On a whim I went on-line and watched Ben Stiller’s directorial debut “Reality Bites”, which I had not seen since its opening weekend in 1994. At the time I had enjoyed it, but I hadn’t fully appreciated what Stiller and his partner in crime, screenwriter Helen Childress, were really up to.
On the surface the film is a Gen X take on an age-old romantic triangle. Disaffected young post-college cute girl caught between two guys. One guy is a useless, fickle, completely self-absorbed loser/slacker hottie, the other a kind, sweet, supportive, loving, successful not-as-hottie. So which one turns out to be Mr. Right, her one true love?
Since this is a Hollywood movie, there is only one right answer to this question. Hint: the first guy is played by Ethan Hawke, the second by Ben Stiller himself. Of course she realizes that her one true great love is loser/slacker Hawke.
After all, this was still 1994. Audiences were not yet ready for the sexy-as-hell ICW (Irresistible Child-Woman) to choose Zach Braff – “Garden State” was still a full decade away. Wynona Ryder’s job was to fill the deep and yawning vacuum in the ICWU (Irresistible Child-Woman Universe) that had begun with the retirement of Audrey Hepburn from motion pictures. Yes, Natalie Portman was already bursting on the scene, but she was not yet ready to be seen as an object of full-on ICW lust (there was still too much of an inconvenient proportion of Child), unless you happened to be Luc Besson.
But I digress.
The genius of Stiller and Childress is that the entire enterprise is a subversive satire of the conventions of romantic comedy. There is no “other guy shows his true evil colors”. There is no “good guy does something to redeem himself and show he is at last ready for a grown up relationship” in the third act. None at all in fact.
Throughout the entire film, Stiller’s character remains the perfect gentleman, loving, thoughtful, caring, believing in the potential of the woman he loves. Whereas Hawke’s character persists in acting like a total bastard. He insults her, throws tantrums like a three year old, runs away after intimacy, blames her for his own failings, and does absolutely nothing – ever – to redeem himself.

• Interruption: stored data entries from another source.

def test_chemical_equilibrium_bilinear_equalities():
    m = _equilibrium_model()
    solve_model(m)
    pristine = m.clone()
    pyo.TransformationFactory(XF).apply_to(m, injections=[m.feed_a, m.feed_b], band=(0.3, 0.3))
    cert = certificate_of(m)
    assert cert.status == "certified" and cert.certified_fraction > 0
    report = check_box(pristine, m, box_of(m), [pristine.law1, pristine.law2, pristine.total_a, pristine.total_b],
                       [pristine.a, pristine.b, pristine.c, pristine.d], samples=100)
    assert report.points >= 104 and not report.failures, report.failures[:5]
    # the box is inner: just beyond it the purity limit binds at some vertex (the certificate is not empty talk)
    assert cert.certified_fraction < 1.0


# ------------------------------- family 5: cost bookkeeping and an unrelated planning equality
def _planning_grid(bookkeeping: bool) -> pyo.ConcreteModel:
    m = _solved_three_bus()
    m.cost.deactivate()
    if bookkeeping:
        m.total_cost = pyo.Var(initialize=0.0)
        m.cost_def = pyo.Constraint(expr=m.total_cost == 10 * m.pg1 + 8 * m.pg2)
        m.capex = pyo.Var(initialize=0.0)
        m.build_new = pyo.Var(within=pyo.Binary, initialize=0)
        m.plan = pyo.Constraint(expr=m.capex == 100 * m.build_new)
        m.import_cap = pyo.Constraint(expr=m.pg1 <= 0.9 + 0.5 * m.build_new)  # state and a planning decision
        m.odd = pyo.Constraint(expr=pyo.exp(m.capex / 100) <= 3.0)  # not quadratic, not physics: left alone
        m.total = pyo.Objective(expr=m.total_cost + 0.01 * m.capex)
    return m


def test_cost_bookkeeping_and_planning_are_left_to_the_downstream_model():
    plain = _planning_grid(False)
    pyo.TransformationFactory(XF).apply_to(plain, injections=[plain.pg2, plain.wind3], band=0.3,
                                           held=[plain.e[1] ** 2 + plain.f[1] ** 2])
    m = _planning_grid(True)
    pristine = m.clone()
    pyo.TransformationFactory(XF).apply_to(m, injections=[m.pg2, m.wind3], band=0.3,
                                           held=[m.e[1] ** 2 + m.f[1] ** 2])
    cert = certificate_of(m)
    # the physics is the same system: the same box as without any bookkeeping
    assert cert.certified_fraction == certificate_of(plain).certified_fraction > 0
    assert m.plan.active and m.odd.active and m.total.active and not m.total_cost.fixed and not m.capex.fixed
    assert not m.cost_def.active and not m.import_cap.active  # rewritten into the block
    assert set(m.robustbox_box.bounds.keys()) == {"cost_def:total_cost >= worst case", "import_cap:upper"}
    m.odd.deactivate()  # HiGHS takes linear models only; the exponential row is the modeller's business
    res = pyo.SolverFactory("appsi_highs").solve(m)
    assert str(res.solver.termination_condition) == "optimal"
    # the objective now moves with the decisions: the cost bound changes with pg2 (not a constant)
    lo, up = box_of(m)["pg2"]
    values = []
    for pg2 in (lo, up):
        m.pg2.set_value(pg2)
        m.total_cost.set_value(0.0)
        values.append(pyo.value(m.robustbox_box.bounds["cost_def:total_cost >= worst case"].body))
    assert values[0] != values[1]
    res = pyo.SolverFactory("appsi_highs").solve(m)
    report = check_box(pristine, m, box_of(m), list(pristine.pbal.values()) + list(pristine.qbal.values()),
                       _grid_state(pristine), held=[pristine.e[1] ** 2 + pristine.f[1] ** 2], samples=100)
    assert report.points >= 104 and not report.failures, report.failures[:5]
    assert report.bound_checks >= 2 * report.points


# ----------------------------------------------------------- the two soundness counterexamples
def test_bound_that_depends_on_an_injection_moves_with_it():
    # x + y² = 2, y = c, x ≤ c + 0.5  ⇒  c² + c − 1.5 ≥ 0  ⇒  c ≥ (−1 + √7)/2 = 0.8229 (closed form)
    m = pyo.ConcreteModel()
    m.c = pyo.Param(mutable=True, initialize=1.0)
    m.x = pyo.Var(bounds=(None, m.c + 0.5), initialize=1.0)
    m.y = pyo.Var(initialize=1.0)
    m.e1 = pyo.Constraint(expr=m.x + m.y ** 2 == 2.0)
    m.e2 = pyo.Constraint(expr=m.y == m.c)
    pristine = m.clone()
    pyo.TransformationFactory(XF).apply_to(m, injections=[m.c], band=0.35)
    lo, up = box_of(m)["c"]
    assert lo >= (-1 + np.sqrt(7)) / 2 and up > 1.0
    report = check_box(pristine, m, box_of(m), [pristine.e1, pristine.e2], [pristine.x, pristine.y], samples=50)
    assert not report.failures, report.failures[:5]


def test_bound_of_a_downstream_variable_on_an_injection_is_rejected_by_name():
    m = pyo.ConcreteModel()
    m.avail = pyo.Param(mutable=True, initialize=1.0)
    m.y = pyo.Var(initialize=1.0)
    m.curtail = pyo.Var(bounds=(0, m.avail), initialize=0.0)
    m.e = pyo.Constraint(expr=m.y ** 2 == m.avail)
    m.use = pyo.Constraint(expr=m.curtail <= 2.0)
    with pytest.raises(ModelStructureError, match="bounds of variable 'curtail' depend on injection 'avail'"):
        pyo.TransformationFactory(XF).apply_to(m, injections=[m.avail], band=0.1)


def test_integer_state_and_injections_are_rejected_by_name():
    m = pyo.ConcreteModel()
    m.s = pyo.Param(mutable=True, initialize=2.0)
    m.x = pyo.Var(within=pyo.Integers, initialize=1.0)
    m.y = pyo.Var(initialize=1.0)
    m.e1 = pyo.Constraint(expr=m.x ** 2 + m.y == m.s)
    m.e2 = pyo.Constraint(expr=m.x - m.y == 0)
    with pytest.raises(ModelStructureError, match="state variable 'x' is integer or binary"):
        pyo.TransformationFactory(XF).apply_to(m, injections=[m.s], band=0.5)
    m.x.fix(1.0)  # fixed: a constant
    m.e2.deactivate()
    m.y.setlb(0.0)  # bounded, so a physical state (an unbounded y alone in one linear row is bookkeeping)
    pyo.TransformationFactory(XF).apply_to(m, injections=[m.s], band=0.5)
    assert certificate_of(m).status == "certified"
    restore(m)
    m.k = pyo.Var(within=pyo.Binary, initialize=1)
    m.e3 = pyo.Constraint(expr=m.y + m.k == 2.0)
    with pytest.raises(ModelStructureError, match="injection 'k' is an integer or binary variable"):
        pyo.TransformationFactory(XF).apply_to(m, injections=[m.s, m.k], band=0.5)


def _product_model() -> pyo.ConcreteModel:
    """x = u + 1 with u a decision injection: the smallest model where u·x would appear in a kept row."""
    m = pyo.ConcreteModel()
    m.u = pyo.Var(bounds=(0, 10), initialize=1.0)
    m.x = pyo.Var(bounds=(-100, 100), initialize=2.0)
    m.y = pyo.Var(bounds=(0, 100), initialize=0.0)
    m.phys = pyo.Constraint(expr=m.x == m.u + 1.0)
    return m


@pytest.mark.parametrize("where", ["objective", "kept row", "definition"])
def test_product_of_an_injection_and_the_state_in_a_kept_row_is_rejected(where):
    # u·x = u(u + 1) over u ∈ [0.5, 1.5] is not bounded by any expression linear in u that the rewrite
    # could write from x's response alone (it once claimed 2.5 at u = 1.5, true 3.75): rejected by name
    m = _product_model()
    if where == "objective":
        m.obj = pyo.Objective(expr=m.u * m.x)
    elif where == "kept row":
        m.row = pyo.Constraint(expr=m.u * m.x + m.y <= 10.0)
    else:
        m.cost = pyo.Var(initialize=8.0)
        m.cdef = pyo.Constraint(expr=m.cost == 4 * m.u * m.x)
        m.obj = pyo.Objective(expr=m.cost)
    name = {"objective": "obj", "kept row": "row", "definition": "cdef"}[where]
    with pytest.raises(ModelStructureError, match=f"injection 'u' multiplies a state variable in '{name}'"):
        pyo.TransformationFactory(XF).apply_to(m, injections=[m.u], band=0.5)


def test_injection_added_to_the_state_in_a_kept_row_is_exact():
    # u + x = 2u + 1 exactly: the rewritten objective equals the true one at every u of the box
    m = _product_model()
    m.obj = pyo.Objective(expr=m.u + m.x + m.u ** 2)
    pyo.TransformationFactory(XF).apply_to(m, injections=[m.u], band=0.5)
    for u in np.linspace(*box_of(m)["u"], 5):
        m.u.set_value(float(u))
        true = u + (u + 1.0) + u ** 2
        assert true - 1e-9 <= pyo.value(m.robustbox_box.objective.expr) <= true + 1e-6


def test_zero_band_and_band_beyond_a_decisions_bounds():
    m = _product_model()
    with pytest.raises(ModelStructureError, match="band of injection 'u' is zero on both sides"):
        pyo.TransformationFactory(XF).apply_to(m, injections=[m.u], band=0.0)
    m.u.setub(1.2)  # the decision cannot go above 1.2: the band stops at its bound
    pyo.TransformationFactory(XF).apply_to(m, injections=[m.u], band=0.5)
    assert box_of(m)["u"] == pytest.approx((0.5, 1.2), abs=1e-9)
    restore(m)
    m.u.setlb(1.0)
    m.u.setub(1.0)
    with pytest.raises(ModelStructureError, match="injection 'u' sits at its bounds"):
        pyo.TransformationFactory(XF).apply_to(m, injections=[m.u], band=0.5)


# ------------------------------------------------------------------- scope and input handling
def test_scope_errors_are_named():
    m = _solved_three_bus()
    xf = pyo.TransformationFactory(XF)
    m.cubic = pyo.Constraint(expr=m.e[1] ** 3 <= 2.0)
    with pytest.raises(ModelStructureError, match="'cubic' is not quadratic"):
        xf.apply_to(m, injections=[m.wind3], band=0.1, held=[m.e[1] ** 2 + m.f[1] ** 2, m.pg2])
    m.cubic.deactivate()
    with pytest.raises(ModelStructureError, match="7 equations .* for 8 state variables: hold 1 more"):
        xf.apply_to(m, injections=[m.wind3], band=0.1, held=[m.e[1] ** 2 + m.f[1] ** 2])
    m.qg2.set_value(None)
    with pytest.raises(OperatingPointError, match="without values: qg2"):
        xf.apply_to(m, injections=[m.wind3], band=0.1, held=[m.e[1] ** 2 + m.f[1] ** 2, m.pg2])
    solve_model(m)
    m.unused = pyo.Param(mutable=True, initialize=1.0)
    with pytest.raises(ModelStructureError, match="injection 'unused' appears in no equality or limit of the system"):
        xf.apply_to(m, injections=[m.unused], band=0.1, targets=[m.pbal, m.qbal],
                    held=[m.e[1] ** 2 + m.f[1] ** 2, m.pg2])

But this is a Hollywood romance, and casting is destiny, so of course she realizes that the slacker/loser is her great love and soulmate. Basically, this film is the ultimate raised finger to everything that’s stupid and unthinking about the idiocy of the Hollywood formula.
You have to hand it to Stiller and Childress. They sailed this right past an entire nation, and as far as I can tell, at the time nobody even noticed what was really going on. Now of course we have seen “The Cable Guy”, “Zoolander” and “Tropic Thunder”, so we know exactly how subversive Ben Stiller is.
I wonder whether this is a kind of identifiable genre: Works of art that shout out their true message to an audience still far in the future – after all, that’s what D. A. Pennebaker was doing with “Don’t Look Back” – a genre that we might perhaps call “Future Subversive”.